In [1]:
import pandas as pd
import numpy as np
import torch
from datasets import load_dataset
import torch
from transformers import AutoModelForSequenceClassification, AutoTokenizer, DataCollatorWithPadding, TrainingArguments, Trainer
from peft import AutoPeftModelForSequenceClassification, LoraConfig, TaskType, get_peft_model

In [2]:
data = load_dataset("sms_spam", split = "train").train_test_split(test_size = 0.2, shuffle = True, seed = 21)

You can avoid this message in future by passing the argument `trust_remote_code=True`.
Passing `trust_remote_code=True` will be mandatory to load this dataset from the next major release of `datasets`.


In [3]:
data.shape

{'train': (4459, 2), 'test': (1115, 2)}

In [4]:
splits = ["train", "test"]

In [5]:
data["train"][0]

{'sms': 'URGENT!! Your 4* Costa Del Sol Holiday or £5000 await collection. Call 09050090044 Now toClaim.

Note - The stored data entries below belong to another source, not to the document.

function fromJson(x: number | string | boolean | null): Value {
  if (x === null) return NONE;
  if (typeof x === 'number') return { t: 'num', v: x };
  if (typeof x === 'boolean') return { t: 'bool', v: x };
  return { t: 'str', v: x };
}

function withWhat(v: Value, what: string, fallback?: { path: string; line: number }): Value {
  if (v.t === 'num' || v.t === 'str' || v.t === 'bool' || v.t === 'none') {
    const origin = v.origin ?? fallback;
    return origin ? { ...v, origin: { ...origin, what } } as Value : v;
  }
  return v;
}

function destructure(target: Expr, v: Value, name: string): Value | undefined {
  if (target.k === 'name') return target.id === name ? v : undefined;
  if ((target.k === 'tuple' || target.k === 'list') && v.t === 'list') {
    for (let i = 0; i < target.items.length; i++) {
      const got = destructure(target.items[i], v.items[i] ?? UNKNOWN, name);
      if (got) return got;
    }
  }
  if (target.k === 'tuple' || target.k === 'list') {
    for (const t of target.items) if (destructure(t, UNKNOWN, name)) return UNKNOWN;
  }
  return undefined;
}

/** The module and its descendants with qualified names, pre-order, each once (as `named_modules()`). */
function subtree(root: ModuleInst): [string, ModuleInst][] {
  const out: [string, ModuleInst][] = [];
  const seen = new Set<ModuleInst>();
  const visit = (name: string, m: ModuleInst) => {
    if (seen.has(m)) return;
    seen.add(m);
    out.push([name, m]);
    for (const [n, c] of m.children) visit(name ? `${name}.${n}` : n, c);
  };
  visit('', root);
  return out;
}

/** `'%d' % 3`, `'%s_%d' % (a, b)` with constant operands; anything else (widths, `%(k)s`, unknowns) is unknown. */
function formatPercent(fmt: string, rhs: Value): Value {
  const vals = rhs.t === 'list' && rhs.tuple ? rhs.items : [rhs];
  let i = 0;
  let ok = true;
  const out = fmt.replace(/%([%dis])/g, (_, c: string) => {
    if (c === '%') return '%';
    const v = vals[i++];
    // `%s` of a number is left out: an int and a float that are equal print differently (`2` / `2.0`)
    if (v?.t === 'num' && c !== 's') return String(Math.trunc(v.v));
    if (v?.t === 'str' && c === 's') return v.v;
    ok = false;
    return '';
  });
  if (!ok || i !== vals.length || /%/.test(fmt.replace(/%[%dis]/g, ''))) return UNKNOWN;
  return { t: 'str', v: out };
}
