// Loads YAML, JSON and TOML config files into interpreter values that remember the line and key path of each entry.
import { parseDocument, LineCounter, isMap, isSeq, isScalar, isPair, type Node as YamlNode } from 'yaml';
import { parse as parseToml } from 'smol-toml';
import type { Origin, Value } from './values';

export function loadConfig(path: string, text: string): Value {
  let v: Value;
  try {
    v = path.toLowerCase().endsWith('.toml') ? fromToml(path, text) : fromYaml(path, text);
  } catch {
    v = { t: 'unknown', why: `could not parse ${path}` };
  }
  return v;
}

function fromYaml(path: string, text: string): Value {
  const lc = new LineCounter();
  const doc = parseDocument(text, { lineCounter: lc, uniqueKeys: false });
  if (doc.errors.length) return { t: 'unknown', why: `${path}: ${doc.errors[0].message}` };
  const lineOf = (n: { range?: [number, number, number] | null } | null | undefined): number => (n?.range ? lc.linePos(n.range[0]).line - 1 : 0);
  const conv = (n: unknown, keyPath: string, keyLine: number): Value => {
    const origin = (): Origin => ({ path, line: keyLine, what: keyPath || undefined });
    if (isMap(n)) {
      const map = new Map<string, Value>();
      for (const item of n.items) {
        if (!isPair(item)) continue;
        const k = isScalar(item.key) ? String(item.key.value) : String(item.key);
        const kl = lineOf(item.key as YamlNode);
        map.set(k, conv(item.value, keyPath ? `${keyPath}.${k}` : k, kl));
      }
      return { t: 'dict', map, origin: origin() };
    }
    if (isSeq(n)) return { t: 'list', items: n.items.map((x, i) => conv(x, `${keyPath}[${i}]`, lineOf(x as YamlNode))), tuple: false };
    if (isScalar(n)) {
      const v = n.value;
      if (typeof v === 'number') return { t: 'num', v, origin: origin() };
      if (typeof v === 'boolean') return { t: 'bool', v, origin: origin() };
      if (v === null) return { t: 'none', origin: origin() };
      if (typeof v === 'string') return { t: 'str', v, origin: origin() };
    }
    if (n === null || n === undefined) return { t: 'none', origin: origin() };
    return { t: 'unknown' };
  };
  return conv(doc.contents, '', 0);
}

function fromToml(path: string, text: string): Value {
  const data = parseToml(text) as Record<string, unknown>;
  const lines = text.split('\n');
  // TOML parsers here give no positions: find the key's line by its table header and `key =`
  const findLine = (keyPath: string[]): number => {
    const key = keyPath[keyPath.length - 1];
    const table = keyPath.slice(0, -1).join('.');
    let inTable = table === '';
    for (let i = 0; i < lines.length; i++) {
      const l = lines[i].trim();
      const h = /^\[+([^\]]+)\]+/.exec(l);
      if (h) {
        inTable = h[1].trim() === table;
        continue;
      }
      if (inTable && new RegExp(`^["']?${key.replace(/[.*+?^${}()|[\]\\]/g, '\\$&')}["']?\\s*=`).test(l)) return i;
    }
    return 0;
  };
  const conv = (x: unknown, keyPath: string[]): Value => {
    const origin: Origin = { path, line: keyPath.length ? findLine(keyPath) : 0, what: keyPath.join('.') || undefined };
    if (typeof x === 'number') return { t: 'num', v: x, origin };
    if (typeof x === 'bigint') return { t: 'num', v: Number(x), origin };
    if (typeof x === 'boolean') return { t: 'bool', v: x, origin };
    if (typeof x === 'string') return { t: 'str', v: x, origin };
    if (Array.isArray(x)) return { t: 'list', items: x.map((y, i) => conv(y, [...keyPath.slice(0, -1), `${keyPath[keyPath.length - 1]}[${i}]`])), tuple: false };
    if (x && typeof x === 'object') {
      return { t: 'dict', map: new Map(Object.entries(x).map(([k, y]) => [k, conv(y, [...keyPath, k])])), origin };
    }
    return { t: 'unknown' };
  };
  return conv(data, []);
}
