/**
 * The top-level statements of a file's previous version, keyed by node type and source text, for the editor: an edit
 * touches one or two of them, the rest are lowered already. A reused statement is a copy with its offsets and lines
 * shifted, so the IR is exactly what lowering the whole file again would give (test/engine/lower-reuse.test.ts).
 */
export class LoweredStatements {
  entries = new Map<string, { stmt: Stmt; start: number; line: number; truncated: number }>();
}
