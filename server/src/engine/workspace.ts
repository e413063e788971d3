// The workspace model: files and their facts, module names, import resolution and config files, across files.
import * as posix from 'node:path/posix';
import type { FileFacts } from './facts';
import type { SourceFile } from './source';

export interface WorkspaceFile {
  source: SourceFile;
  facts: FileFacts;
}

/** Data files (YAML/JSON/TOML) a script may load; kept as text and parsed by the config loader on demand. */
export interface DataFile {
  path: string;
  text: string;
}

export class Workspace {
  readonly files = new Map<string, WorkspaceFile>();
  readonly dataFiles = new Map<string, DataFile>();
  /** Dotted module name → file path; several names can point to one file (script dir, src/ layout, package root). */
  private moduleIndex: Map<string, string> | undefined;
  /** resolveModule answers by (importing folder, level, module): the interpreters ask again for every import they evaluate. */
  private readonly resolved = new Map<string, string | undefined>();

  addFile(source: SourceFile, facts: FileFacts): void {
    this.files.set(source.path, { source, facts });
    this.moduleIndex = undefined;
    this.resolved.clear();
  }

  removeFile(path: string): void {
    this.files.delete(path);
    this.dataFiles.delete(path);
    this.moduleIndex = undefined;
    this.resolved.clear();
  }

  addDataFile(path: string, text: string): void {
    this.dataFiles.set(path, { path, text });
  }

  get(path: string): WorkspaceFile | undefined {
    return this.files.get(path);
  }

  /** Module names a file can be imported under, from its package structure. */
  private index(): Map<string, string> {
    if (this.moduleIndex) return this.moduleIndex;
    const idx = new Map<string, string>();
    const paths = [...this.files.keys()].filter((p) => p.endsWith('.py')).sort();
    for (const p of paths) {
      const noExt = p.slice(0, -3);
      const parts = noExt.split('/');
      if (parts[parts.length - 1] === '__init__') parts.pop();
      // every suffix of the path is a possible import name (the script's own folder, a src/ root, the repo root)
      for (let i = 0; i < parts.length; i++) {
        const name = parts.slice(i).join('.');
        if (!name) continue;
        // prefer the shortest path for a name when two files compete
        if (!idx.has(name)) idx.set(name, p);
      }
    }
    this.moduleIndex = idx;
    return idx;
  }

  /**
   * Resolves `module` imported from `fromPath` (with `level` leading dots) to a workspace file, or undefined
   * for library modules. Relative imports resolve against the importing file's package; absolute ones try the
   * importing file's folder first (Python puts a script's folder on sys.path), then any root.
   */
  resolveModule(fromPath: string, module: string, level: number): string | undefined {
    // the answer depends on the importing file's folder only (and on the set of files, which clears the memo)
    const dir = posix.dirname(fromPath);
    const key = `${dir}\0${level}\0${module}`;
    if (this.resolved.has(key)) return this.resolved.get(key);
    const found = this.resolveUncached(dir, module, level);
    this.resolved.set(key, found);
    return found;
  }

  private resolveUncached(dir: string, module: string, level: number): string | undefined {
    const files = this.files;
    const tryPath = (dir: string, mod: string): string | undefined => {
      const rel = mod ? mod.split('.').join('/') : '';
      const base = rel ? (dir && dir !== '.' ? `${dir}/${rel}` : rel) : dir;
      const cands = [`${base}.py`, `${base}/__init__.py`].map((c) => posix.normalize(c));
      return cands.find((c) => files.has(c));
    };
    if (level > 0) {
      let d = dir;
      for (let i = 1; i < level; i++) d = posix.dirname(d);
      return tryPath(d, module);
    }
    const local = tryPath(dir, module);
    if (local) return local;
    const hit = this.index().get(module);
    if (hit) return hit;
    return undefined;
  }

  /** A data file referenced from a script: relative to the script's folder first, then to the workspace root. */
  resolveDataFile(fromPath: string, ref: string): DataFile | undefined {
    const cands = [posix.normalize(posix.join(posix.dirname(fromPath), ref)), posix.normalize(ref)];
    // also walk up: scripts are often run from the project folder that holds configs/
    for (let d = posix.dirname(fromPath); d && d !== '.' && d !== '/'; d = posix.dirname(d)) cands.push(posix.normalize(posix.join(d, ref)));
    for (const c of cands) {
      const f = this.dataFiles.get(c);
      if (f) return f;
    }
    return undefined;
  }

  /** Finds data files whose path ends with `suffix` (for Hydra-style config_path + config_name). */
  findDataFile(dir: string, name: string): DataFile | undefined {
    const want = posix.normalize(posix.join(dir, name));
    return this.dataFiles.get(want);
  }
}
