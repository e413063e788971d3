// The one fix applier: picks non-overlapping edits, applies them in bounded passes and refuses any result that
// adds a syntax error. The editor's code actions and `regwise scan --fix` both go through here.
import type { PythonParser } from './parser';
import type { Finding, Fix, FixKind, TextEdit } from './types';
import { lowerModule } from './lower';

export const MAX_FIX_PASSES = 10;

/** Applies edits (against one text) that do not overlap; returns undefined if any two overlap. */
export function applyEdits(text: string, edits: readonly TextEdit[]): string | undefined {
  const sorted = [...edits].sort((a, b) => a.start - b.start || a.end - b.end);
  for (let i = 1; i < sorted.length; i++) if (sorted[i].start < sorted[i - 1].end) return undefined;
  let out = '';
  let at = 0;
  for (const e of sorted) {
    out += text.slice(at, e.start) + e.newText;
    at = e.end;
  }
  return out + text.slice(at);
}

export function syntaxErrorCount(parser: PythonParser, text: string): number {
  const tree = parser.parse(text);
  try {
    return lowerModule(tree).syntaxErrors.length;
  } finally {
    tree.delete();
  }
}

export interface FixChoice {
  finding: Finding;
  fix: Fix;
}

/** The fixes of `findings` for `path` that a request allows, one per finding, the safe one preferred. */
export function chooseFixes(findings: readonly Finding[], path: string, allowed: FixKind): FixChoice[] {
  const out: FixChoice[] = [];
  for (const f of findings) {
    const fixes = f.fixes.filter((x) => (allowed === 'suggested' || x.kind === 'safe') && x.edits.length && x.edits.every((e) => e.path === path));
    const best = fixes.find((x) => x.kind === 'safe') ?? fixes[0];
    if (best) out.push({ finding: f, fix: best });
  }
  return out;
}

/** One pass: applies every chosen fix whose edits overlap no earlier one; refuses the result if it breaks syntax. */
export function applyFixesOnce(parser: PythonParser, text: string, choices: readonly FixChoice[]): { text: string; applied: FixChoice[] } {
  const taken: TextEdit[] = [];
  const applied: FixChoice[] = [];
  const overlaps = (e: TextEdit) => taken.some((t) => e.start < t.end && t.start < e.end || (e.start === e.end && t.start === t.end && e.start === t.start));
  for (const c of choices) {
    if (c.fix.edits.some(overlaps)) continue;
    taken.push(...c.fix.edits);
    applied.push(c);
  }
  if (!applied.length) return { text, applied };
  const next = applyEdits(text, taken);
  if (next === undefined) return { text, applied: [] };
  if (syntaxErrorCount(parser, next) > syntaxErrorCount(parser, text)) {
    // one of them breaks the file: try them one at a time so the good ones still land
    let cur = text;
    const ok: FixChoice[] = [];
    for (const c of applied) {
      const t = applyEdits(cur, c.fix.edits);
      if (t !== undefined && syntaxErrorCount(parser, t) <= syntaxErrorCount(parser, cur)) {
        cur = t;
        ok.push(c);
        break; // offsets of the rest are stale now; the next pass re-analyses
      }
    }
    return { text: cur, applied: ok };
  }
  return { text: next, applied };
}

/**
 * Fixes a file until no fix applies or the pass bound is hit. `analyse(text)` re-runs the rules on the new text
 * so later passes see fresh offsets.
 */
export function fixUntilStable(
  parser: PythonParser,
  path: string,
  text: string,
  allowed: FixKind,
  analyse: (text: string) => readonly Finding[],
): { text: string; applied: FixChoice[]; passes: number } {
  let cur = text;
  const all: FixChoice[] = [];
  let passes = 0;
  for (; passes < MAX_FIX_PASSES; passes++) {
    const choices = chooseFixes(analyse(cur).filter((f) => f.path === path), path, allowed);
    if (!choices.length) break;
    const { text: next, applied } = applyFixesOnce(parser, cur, choices);
    if (!applied.length || next === cur) break;
    all.push(...applied);
    cur = next;
  }
  return { text: cur, applied: all, passes };
}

SAE, TC s, POBox334, Stockport, SK38xh, Cost£1.50/pm, Max10mins\n',
 'label': 1}

In [6]:
tokenizer = AutoTokenizer.from_pretrained("distilbert-base-uncased")


In [7]:
tokenized_data = {}

In [8]:
for split in splits:
    
    tokenized_data[split] = data[split].map(
        lambda x : tokenizer(x["sms"], truncation = True),
        batched = True
    )

In [9]:
tokenized_data["train"]

Dataset({
    features: ['sms', 'label', 'input_ids', 'attention_mask'],
    num_rows: 4459
})

In [10]:
model = AutoModelForSequenceClassification.from_pretrained(
    "distilbert-base-uncased",
    num_labels = 2,
    id2label = {0 : "Not Spam", 1 : "Spam"},
    label2id = {"Not Spam" : 0, "Spam" : 1}
)

Some weights of DistilBertForSequenceClassification were not initialized from the model checkpoint at distilbert-base-uncased and are newly initialized: ['classifier.weight', 'pre_classifier.bias', 'pre_classifier.weight', 'classifier.bias']
You should probably TRAIN this model on a down-stream task to be able to use it for predictions and inference.


In [11]:
for param in model.parameters():
    
    param.requires_grad = True

In [12]:
model

DistilBertForSequenceClassification(
  (distilbert): DistilBertModel(
    (embeddings): Embeddings(
      (word_embeddings): Embedding(30522, 768, padding_idx=0)
      (position_embeddings): Embedding(512, 768)
      (LayerNorm): LayerNorm((768,), eps=1e-12, elementwise_affine=True)
      (dropout): Dropout(p=0.1, inplace=False)
    )
    (transformer): Transformer(
      (layer): ModuleList(
        (0-5): 6 x TransformerBlock(
          (attention): MultiHeadSelfAttention(
            (dropout): Dropout(p=0.1, inplace=False)
            (q_lin): Linear(in_features=768, out_features=768, bias=True)
            (k_lin): Linear(in_features=768, out_features=768, bias=True)
            (v_lin): Linear(in_features=768, out_features=768, bias=True)
            (out_lin): Linear(in_features=768, out_features=768, bias=True)
          )
          (sa_layer_norm): LayerNorm((768,), eps=1e-12, elementwise_affine=True)
          (ffn): FFN(
            (dropout): Dropout(p=0.1, inplace=False)
 

In [13]:
def compute_metrics(pred):
    
    predictions, labels = pred
    predictions = np.argmax(predictions, axis = 1)
    
    return {"ACCURACY" : (predictions == labels).mean()}

In [14]:
trainer = Trainer(
        
            model = model,
    
            args = TrainingArguments(
            
                    output_dir = "./data/spam_not_spam",
                    learning_rate = 2e-5,
                    per_device_train_batch_size = 32,
                    per_device_eval_batch_size = 32,
                    num_train_epochs = 1,
                    weight_decay = 0.01,
                    evaluation_strategy = "epoch",
                    save_strategy = "epoch",
                    load_best_model_at_end = True),
    
            train_dataset = tokenized_data["train"],
            eval_dataset = tokenized_data["test"],
            tokenizer = tokenizer,
            data_collator = DataCollatorWithPadding(tokenizer = tokenizer),
            compute_metrics = compute_metrics

        )

In [15]:
# trainer.train()

In [16]:
trainer.evaluate()

You're using a DistilBertTokenizerFast tokenizer. Please note that with a fast tokenizer, using the `__call__` method is faster than using a method to encode the text followed by a call to the `pad` method to get a padded encoding.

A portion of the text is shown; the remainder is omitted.